*** Input Section Begins ***

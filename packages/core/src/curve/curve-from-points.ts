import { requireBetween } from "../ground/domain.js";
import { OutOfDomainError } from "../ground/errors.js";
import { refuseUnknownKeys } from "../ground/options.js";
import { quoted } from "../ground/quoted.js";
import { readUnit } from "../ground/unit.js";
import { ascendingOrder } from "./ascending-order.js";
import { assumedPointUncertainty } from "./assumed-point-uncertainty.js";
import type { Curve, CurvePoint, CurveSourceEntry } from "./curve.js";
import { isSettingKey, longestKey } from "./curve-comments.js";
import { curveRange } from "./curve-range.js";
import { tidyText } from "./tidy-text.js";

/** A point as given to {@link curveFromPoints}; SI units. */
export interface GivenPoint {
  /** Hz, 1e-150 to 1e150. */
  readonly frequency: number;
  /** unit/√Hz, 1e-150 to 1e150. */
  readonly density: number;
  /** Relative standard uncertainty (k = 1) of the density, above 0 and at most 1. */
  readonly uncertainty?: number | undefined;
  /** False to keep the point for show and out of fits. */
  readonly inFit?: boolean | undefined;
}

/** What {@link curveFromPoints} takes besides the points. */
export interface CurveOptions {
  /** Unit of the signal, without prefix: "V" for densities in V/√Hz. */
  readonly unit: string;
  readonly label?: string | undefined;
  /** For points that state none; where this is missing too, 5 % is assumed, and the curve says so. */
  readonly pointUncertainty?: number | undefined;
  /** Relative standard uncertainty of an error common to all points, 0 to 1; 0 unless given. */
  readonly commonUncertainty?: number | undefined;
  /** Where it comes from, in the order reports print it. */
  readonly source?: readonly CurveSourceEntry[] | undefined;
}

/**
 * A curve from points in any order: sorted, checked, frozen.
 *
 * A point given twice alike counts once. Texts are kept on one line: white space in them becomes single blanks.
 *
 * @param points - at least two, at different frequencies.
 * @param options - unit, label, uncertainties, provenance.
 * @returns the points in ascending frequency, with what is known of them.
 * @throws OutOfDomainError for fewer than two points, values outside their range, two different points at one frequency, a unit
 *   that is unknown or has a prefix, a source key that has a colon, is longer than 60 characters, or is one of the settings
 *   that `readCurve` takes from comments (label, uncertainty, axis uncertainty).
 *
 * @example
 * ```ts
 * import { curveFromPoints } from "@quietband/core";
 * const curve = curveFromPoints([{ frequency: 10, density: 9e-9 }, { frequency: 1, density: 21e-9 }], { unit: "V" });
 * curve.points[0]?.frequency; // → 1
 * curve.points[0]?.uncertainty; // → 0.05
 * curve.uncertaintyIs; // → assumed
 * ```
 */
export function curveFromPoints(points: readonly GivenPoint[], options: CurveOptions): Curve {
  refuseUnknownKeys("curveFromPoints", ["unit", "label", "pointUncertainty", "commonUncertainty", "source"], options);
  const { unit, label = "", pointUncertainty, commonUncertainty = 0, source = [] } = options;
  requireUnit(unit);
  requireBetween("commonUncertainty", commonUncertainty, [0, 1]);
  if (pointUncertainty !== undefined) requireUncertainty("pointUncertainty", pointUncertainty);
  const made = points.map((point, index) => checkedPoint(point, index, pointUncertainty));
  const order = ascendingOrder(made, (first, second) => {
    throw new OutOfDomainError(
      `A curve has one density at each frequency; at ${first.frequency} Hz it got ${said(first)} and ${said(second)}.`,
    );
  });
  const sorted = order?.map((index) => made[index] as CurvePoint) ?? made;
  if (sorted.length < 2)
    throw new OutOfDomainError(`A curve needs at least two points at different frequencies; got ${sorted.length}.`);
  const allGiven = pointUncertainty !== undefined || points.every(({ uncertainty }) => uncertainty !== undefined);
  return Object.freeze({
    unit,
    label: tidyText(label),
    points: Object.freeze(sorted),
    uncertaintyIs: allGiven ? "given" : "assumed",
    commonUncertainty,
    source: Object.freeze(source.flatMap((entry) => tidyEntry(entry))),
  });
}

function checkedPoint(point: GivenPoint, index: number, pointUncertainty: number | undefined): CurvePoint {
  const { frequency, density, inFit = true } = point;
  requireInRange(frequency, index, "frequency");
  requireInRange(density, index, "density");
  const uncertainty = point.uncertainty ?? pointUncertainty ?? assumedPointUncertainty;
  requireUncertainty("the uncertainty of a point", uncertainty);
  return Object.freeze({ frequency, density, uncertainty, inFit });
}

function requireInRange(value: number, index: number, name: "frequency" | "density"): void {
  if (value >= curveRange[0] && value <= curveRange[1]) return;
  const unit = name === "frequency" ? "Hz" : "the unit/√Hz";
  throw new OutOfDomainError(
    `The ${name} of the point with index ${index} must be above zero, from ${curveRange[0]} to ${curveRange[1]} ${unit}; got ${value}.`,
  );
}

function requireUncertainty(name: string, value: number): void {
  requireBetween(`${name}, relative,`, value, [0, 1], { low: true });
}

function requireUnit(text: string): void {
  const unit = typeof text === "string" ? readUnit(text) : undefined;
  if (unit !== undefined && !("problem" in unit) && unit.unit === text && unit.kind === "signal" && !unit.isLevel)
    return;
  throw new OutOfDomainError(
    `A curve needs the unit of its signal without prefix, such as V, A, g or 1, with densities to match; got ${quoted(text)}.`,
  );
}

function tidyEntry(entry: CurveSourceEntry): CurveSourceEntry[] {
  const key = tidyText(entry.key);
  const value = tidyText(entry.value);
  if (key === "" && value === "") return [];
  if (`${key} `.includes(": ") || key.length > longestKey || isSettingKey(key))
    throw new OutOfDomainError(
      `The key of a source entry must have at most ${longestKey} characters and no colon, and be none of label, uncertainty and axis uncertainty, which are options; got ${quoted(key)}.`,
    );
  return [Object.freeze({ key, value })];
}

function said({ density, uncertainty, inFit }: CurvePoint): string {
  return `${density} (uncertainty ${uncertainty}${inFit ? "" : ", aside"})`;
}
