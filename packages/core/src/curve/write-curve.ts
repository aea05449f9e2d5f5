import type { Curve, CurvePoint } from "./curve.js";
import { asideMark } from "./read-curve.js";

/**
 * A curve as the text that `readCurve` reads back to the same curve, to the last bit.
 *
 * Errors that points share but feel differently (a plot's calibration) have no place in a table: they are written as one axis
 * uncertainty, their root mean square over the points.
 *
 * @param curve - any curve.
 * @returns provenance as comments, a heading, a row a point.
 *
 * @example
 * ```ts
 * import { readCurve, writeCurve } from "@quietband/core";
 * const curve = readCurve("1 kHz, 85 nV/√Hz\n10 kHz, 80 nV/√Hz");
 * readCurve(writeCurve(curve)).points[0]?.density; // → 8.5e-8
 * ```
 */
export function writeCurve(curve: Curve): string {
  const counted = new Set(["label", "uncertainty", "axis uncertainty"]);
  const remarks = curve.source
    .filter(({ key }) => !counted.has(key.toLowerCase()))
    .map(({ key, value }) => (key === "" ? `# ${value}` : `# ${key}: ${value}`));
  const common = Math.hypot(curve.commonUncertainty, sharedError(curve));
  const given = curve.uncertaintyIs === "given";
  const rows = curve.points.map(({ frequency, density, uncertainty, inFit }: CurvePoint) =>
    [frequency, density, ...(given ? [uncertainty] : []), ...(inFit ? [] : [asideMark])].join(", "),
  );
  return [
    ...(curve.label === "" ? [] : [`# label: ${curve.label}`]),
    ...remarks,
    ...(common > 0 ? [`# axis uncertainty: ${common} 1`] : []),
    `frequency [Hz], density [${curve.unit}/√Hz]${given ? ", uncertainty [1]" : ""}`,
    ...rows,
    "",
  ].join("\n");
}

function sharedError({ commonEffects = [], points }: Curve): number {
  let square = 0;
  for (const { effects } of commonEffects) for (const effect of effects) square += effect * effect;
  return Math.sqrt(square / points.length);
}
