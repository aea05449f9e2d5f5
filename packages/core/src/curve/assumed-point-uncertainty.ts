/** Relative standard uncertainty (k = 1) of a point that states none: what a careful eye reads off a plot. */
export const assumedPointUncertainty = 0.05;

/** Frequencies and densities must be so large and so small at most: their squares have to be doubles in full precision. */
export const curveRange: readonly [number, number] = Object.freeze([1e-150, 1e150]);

*** Input Section Ends ***
*** Input Section Begins ***

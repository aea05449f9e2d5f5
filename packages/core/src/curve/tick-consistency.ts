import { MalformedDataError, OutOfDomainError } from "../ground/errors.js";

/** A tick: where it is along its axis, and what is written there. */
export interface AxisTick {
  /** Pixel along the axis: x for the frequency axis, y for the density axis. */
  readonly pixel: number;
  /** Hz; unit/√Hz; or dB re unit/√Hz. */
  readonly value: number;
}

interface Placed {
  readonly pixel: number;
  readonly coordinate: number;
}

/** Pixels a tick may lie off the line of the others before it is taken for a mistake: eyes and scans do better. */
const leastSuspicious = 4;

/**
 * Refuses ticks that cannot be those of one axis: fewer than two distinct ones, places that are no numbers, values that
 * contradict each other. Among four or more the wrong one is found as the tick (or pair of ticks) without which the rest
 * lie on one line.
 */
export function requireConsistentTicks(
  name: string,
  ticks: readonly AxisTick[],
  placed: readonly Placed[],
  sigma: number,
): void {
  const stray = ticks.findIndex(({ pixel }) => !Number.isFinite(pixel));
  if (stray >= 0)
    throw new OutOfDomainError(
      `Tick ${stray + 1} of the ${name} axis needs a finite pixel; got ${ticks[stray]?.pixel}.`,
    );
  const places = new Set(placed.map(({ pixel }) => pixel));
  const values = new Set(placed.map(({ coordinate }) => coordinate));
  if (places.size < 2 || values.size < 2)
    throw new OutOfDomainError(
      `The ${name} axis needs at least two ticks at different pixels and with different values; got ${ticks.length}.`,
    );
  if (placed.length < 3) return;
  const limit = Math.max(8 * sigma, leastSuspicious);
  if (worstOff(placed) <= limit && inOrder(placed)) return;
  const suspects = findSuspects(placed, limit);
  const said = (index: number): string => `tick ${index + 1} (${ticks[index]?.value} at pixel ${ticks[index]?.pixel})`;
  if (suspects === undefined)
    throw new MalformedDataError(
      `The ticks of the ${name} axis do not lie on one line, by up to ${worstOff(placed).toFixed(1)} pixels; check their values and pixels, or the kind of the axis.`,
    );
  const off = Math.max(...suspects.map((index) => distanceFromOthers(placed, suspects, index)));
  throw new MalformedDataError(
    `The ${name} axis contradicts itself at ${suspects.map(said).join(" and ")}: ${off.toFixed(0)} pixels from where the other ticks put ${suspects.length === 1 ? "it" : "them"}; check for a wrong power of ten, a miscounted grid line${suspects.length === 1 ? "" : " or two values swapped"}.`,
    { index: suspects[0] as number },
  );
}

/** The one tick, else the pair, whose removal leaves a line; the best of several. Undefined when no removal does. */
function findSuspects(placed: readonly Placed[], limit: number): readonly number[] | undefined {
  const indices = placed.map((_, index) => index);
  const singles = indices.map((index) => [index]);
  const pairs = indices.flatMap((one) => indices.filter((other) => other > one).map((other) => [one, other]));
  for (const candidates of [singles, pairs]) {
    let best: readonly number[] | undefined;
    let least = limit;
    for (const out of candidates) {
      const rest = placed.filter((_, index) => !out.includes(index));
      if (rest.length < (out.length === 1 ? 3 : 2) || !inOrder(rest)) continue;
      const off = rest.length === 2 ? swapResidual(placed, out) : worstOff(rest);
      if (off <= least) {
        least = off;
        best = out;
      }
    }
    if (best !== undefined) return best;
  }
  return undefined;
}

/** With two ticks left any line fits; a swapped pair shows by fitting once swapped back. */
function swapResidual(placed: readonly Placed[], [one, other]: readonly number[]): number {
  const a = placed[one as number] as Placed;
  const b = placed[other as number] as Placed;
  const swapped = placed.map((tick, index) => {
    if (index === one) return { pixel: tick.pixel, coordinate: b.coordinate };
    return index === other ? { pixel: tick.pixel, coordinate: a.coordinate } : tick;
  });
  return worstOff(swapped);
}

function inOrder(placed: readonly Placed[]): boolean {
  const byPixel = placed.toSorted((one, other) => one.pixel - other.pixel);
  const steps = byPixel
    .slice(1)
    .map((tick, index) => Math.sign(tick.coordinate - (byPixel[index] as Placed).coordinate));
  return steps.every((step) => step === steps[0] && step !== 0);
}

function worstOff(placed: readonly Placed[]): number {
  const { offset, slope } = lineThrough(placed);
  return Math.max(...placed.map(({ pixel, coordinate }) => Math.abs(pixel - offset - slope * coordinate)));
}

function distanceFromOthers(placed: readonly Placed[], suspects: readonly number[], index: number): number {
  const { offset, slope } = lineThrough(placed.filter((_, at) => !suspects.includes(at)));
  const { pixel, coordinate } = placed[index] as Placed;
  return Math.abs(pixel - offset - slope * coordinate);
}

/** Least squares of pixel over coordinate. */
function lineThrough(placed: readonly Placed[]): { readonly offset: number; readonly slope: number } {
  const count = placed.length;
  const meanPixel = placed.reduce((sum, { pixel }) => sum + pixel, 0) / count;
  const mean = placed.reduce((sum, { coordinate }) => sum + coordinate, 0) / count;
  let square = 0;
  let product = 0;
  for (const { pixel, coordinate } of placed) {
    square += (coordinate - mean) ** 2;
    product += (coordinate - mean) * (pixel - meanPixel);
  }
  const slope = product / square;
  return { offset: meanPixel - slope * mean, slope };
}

*** Input Section Ends ***
*** Input Section Begins ***

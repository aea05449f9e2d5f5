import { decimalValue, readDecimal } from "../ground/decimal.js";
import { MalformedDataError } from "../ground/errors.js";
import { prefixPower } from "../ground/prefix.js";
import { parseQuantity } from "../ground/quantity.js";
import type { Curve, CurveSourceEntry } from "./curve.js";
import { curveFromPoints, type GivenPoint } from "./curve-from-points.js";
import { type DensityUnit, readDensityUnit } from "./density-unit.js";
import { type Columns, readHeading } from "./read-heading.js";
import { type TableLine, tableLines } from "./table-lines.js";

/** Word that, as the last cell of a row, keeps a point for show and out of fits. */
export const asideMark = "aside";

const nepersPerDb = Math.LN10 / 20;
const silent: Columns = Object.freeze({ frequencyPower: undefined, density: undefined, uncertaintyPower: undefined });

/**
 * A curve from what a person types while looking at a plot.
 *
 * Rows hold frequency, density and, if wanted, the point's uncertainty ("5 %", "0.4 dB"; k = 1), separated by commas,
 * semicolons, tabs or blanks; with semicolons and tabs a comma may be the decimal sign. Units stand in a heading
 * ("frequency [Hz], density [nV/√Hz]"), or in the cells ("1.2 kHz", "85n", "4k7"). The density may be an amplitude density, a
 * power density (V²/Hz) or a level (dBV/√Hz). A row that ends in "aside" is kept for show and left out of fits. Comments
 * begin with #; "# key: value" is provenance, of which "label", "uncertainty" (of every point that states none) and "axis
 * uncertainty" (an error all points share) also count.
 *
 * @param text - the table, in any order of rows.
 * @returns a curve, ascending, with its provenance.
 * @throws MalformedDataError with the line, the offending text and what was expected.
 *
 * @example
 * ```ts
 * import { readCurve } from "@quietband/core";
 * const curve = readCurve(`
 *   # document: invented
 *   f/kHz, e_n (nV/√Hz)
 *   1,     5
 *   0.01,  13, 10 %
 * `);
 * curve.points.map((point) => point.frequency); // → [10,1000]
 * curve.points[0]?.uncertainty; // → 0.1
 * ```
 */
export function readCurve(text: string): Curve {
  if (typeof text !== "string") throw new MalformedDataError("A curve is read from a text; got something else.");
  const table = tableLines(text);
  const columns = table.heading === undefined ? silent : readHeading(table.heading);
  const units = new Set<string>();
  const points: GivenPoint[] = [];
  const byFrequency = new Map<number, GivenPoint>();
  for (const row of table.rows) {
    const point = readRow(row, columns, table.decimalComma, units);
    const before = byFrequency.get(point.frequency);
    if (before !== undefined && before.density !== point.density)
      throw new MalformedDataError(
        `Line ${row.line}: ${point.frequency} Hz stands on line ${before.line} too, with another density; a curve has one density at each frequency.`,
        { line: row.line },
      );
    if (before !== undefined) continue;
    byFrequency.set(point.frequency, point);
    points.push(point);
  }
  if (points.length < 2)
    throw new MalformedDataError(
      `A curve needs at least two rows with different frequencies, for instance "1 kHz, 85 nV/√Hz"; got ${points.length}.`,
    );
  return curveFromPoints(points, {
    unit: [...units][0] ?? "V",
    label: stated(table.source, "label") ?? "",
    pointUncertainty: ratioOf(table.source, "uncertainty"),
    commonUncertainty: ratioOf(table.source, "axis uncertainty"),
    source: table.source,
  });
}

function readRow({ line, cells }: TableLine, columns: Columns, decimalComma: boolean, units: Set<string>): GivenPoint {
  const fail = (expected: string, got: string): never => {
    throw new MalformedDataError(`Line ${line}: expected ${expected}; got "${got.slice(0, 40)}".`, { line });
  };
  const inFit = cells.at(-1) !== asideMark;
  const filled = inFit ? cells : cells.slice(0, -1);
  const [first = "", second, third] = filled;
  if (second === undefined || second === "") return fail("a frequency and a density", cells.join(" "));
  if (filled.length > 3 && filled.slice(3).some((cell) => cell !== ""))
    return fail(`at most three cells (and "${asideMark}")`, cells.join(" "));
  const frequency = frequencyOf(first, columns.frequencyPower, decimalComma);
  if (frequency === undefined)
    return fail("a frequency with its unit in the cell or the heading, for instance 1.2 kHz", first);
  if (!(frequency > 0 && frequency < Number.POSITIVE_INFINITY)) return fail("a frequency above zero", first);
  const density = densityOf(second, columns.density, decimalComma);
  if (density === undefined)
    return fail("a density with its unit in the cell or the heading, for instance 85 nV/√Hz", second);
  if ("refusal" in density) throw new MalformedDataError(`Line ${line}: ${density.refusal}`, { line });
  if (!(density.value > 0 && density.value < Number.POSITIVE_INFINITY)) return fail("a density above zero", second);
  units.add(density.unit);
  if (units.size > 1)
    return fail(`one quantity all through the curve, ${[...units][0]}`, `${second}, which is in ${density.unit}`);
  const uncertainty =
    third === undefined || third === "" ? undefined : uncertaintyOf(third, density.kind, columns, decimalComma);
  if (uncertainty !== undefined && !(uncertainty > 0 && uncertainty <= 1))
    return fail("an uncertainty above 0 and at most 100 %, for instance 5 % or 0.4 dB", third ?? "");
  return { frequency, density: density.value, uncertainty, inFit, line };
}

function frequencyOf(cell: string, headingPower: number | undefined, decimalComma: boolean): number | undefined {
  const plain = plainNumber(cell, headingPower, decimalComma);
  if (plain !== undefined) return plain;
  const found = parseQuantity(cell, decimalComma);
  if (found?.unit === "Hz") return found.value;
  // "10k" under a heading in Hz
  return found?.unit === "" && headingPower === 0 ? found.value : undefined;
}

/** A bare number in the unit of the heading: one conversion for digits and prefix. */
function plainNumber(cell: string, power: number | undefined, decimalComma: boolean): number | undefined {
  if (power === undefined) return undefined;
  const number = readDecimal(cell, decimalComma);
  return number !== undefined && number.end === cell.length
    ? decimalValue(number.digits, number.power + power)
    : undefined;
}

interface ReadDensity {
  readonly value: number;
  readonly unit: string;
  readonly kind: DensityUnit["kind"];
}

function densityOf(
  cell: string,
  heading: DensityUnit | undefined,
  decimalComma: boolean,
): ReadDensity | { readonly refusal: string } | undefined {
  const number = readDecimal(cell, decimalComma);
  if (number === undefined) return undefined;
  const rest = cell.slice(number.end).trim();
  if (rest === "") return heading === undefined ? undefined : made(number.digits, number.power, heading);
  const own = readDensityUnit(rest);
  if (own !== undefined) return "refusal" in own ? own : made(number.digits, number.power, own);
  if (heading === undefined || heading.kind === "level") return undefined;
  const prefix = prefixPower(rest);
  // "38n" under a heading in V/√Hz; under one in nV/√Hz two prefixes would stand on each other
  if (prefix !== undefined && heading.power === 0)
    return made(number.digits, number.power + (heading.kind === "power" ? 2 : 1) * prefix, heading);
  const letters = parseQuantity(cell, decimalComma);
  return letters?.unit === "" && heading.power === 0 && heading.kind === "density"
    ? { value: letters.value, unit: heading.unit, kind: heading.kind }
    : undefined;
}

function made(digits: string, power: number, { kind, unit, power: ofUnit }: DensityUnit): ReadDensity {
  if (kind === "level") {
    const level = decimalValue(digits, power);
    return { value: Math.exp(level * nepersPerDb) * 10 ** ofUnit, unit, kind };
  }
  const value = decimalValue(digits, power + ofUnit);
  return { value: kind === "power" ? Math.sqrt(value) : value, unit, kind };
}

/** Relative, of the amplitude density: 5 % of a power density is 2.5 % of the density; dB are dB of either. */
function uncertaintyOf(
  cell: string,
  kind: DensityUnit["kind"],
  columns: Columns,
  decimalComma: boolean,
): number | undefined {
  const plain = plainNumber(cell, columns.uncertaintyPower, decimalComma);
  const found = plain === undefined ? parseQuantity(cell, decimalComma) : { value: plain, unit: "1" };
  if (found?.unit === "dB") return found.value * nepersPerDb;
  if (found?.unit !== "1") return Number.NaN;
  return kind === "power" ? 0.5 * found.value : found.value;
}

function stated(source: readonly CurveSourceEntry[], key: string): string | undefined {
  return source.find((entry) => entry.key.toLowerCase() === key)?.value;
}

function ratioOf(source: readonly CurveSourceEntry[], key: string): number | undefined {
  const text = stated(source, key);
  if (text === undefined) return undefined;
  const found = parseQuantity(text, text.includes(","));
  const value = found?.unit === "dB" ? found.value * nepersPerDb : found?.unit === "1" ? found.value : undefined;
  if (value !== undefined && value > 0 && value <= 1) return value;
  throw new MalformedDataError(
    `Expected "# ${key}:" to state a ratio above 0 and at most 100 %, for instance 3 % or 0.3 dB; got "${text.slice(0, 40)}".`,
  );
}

*** Input Section Ends ***

Your answer should be the exact lines above from the one with "made(number.digits, number.power, heading);" through the one with "const prefix = prefixPower(rest);", both included, and nothing besides.

◆ Exercise answer:
  if (rest === "") return heading === undefined ? undefined : made(number.digits, number.power, heading);
  const own = readDensityUnit(rest);
  if (own !== undefined) return "refusal" in own ? own : made(number.digits, number.power, own);
  if (heading === undefined || heading.kind === "level") return undefined;
  const prefix = prefixPower(rest);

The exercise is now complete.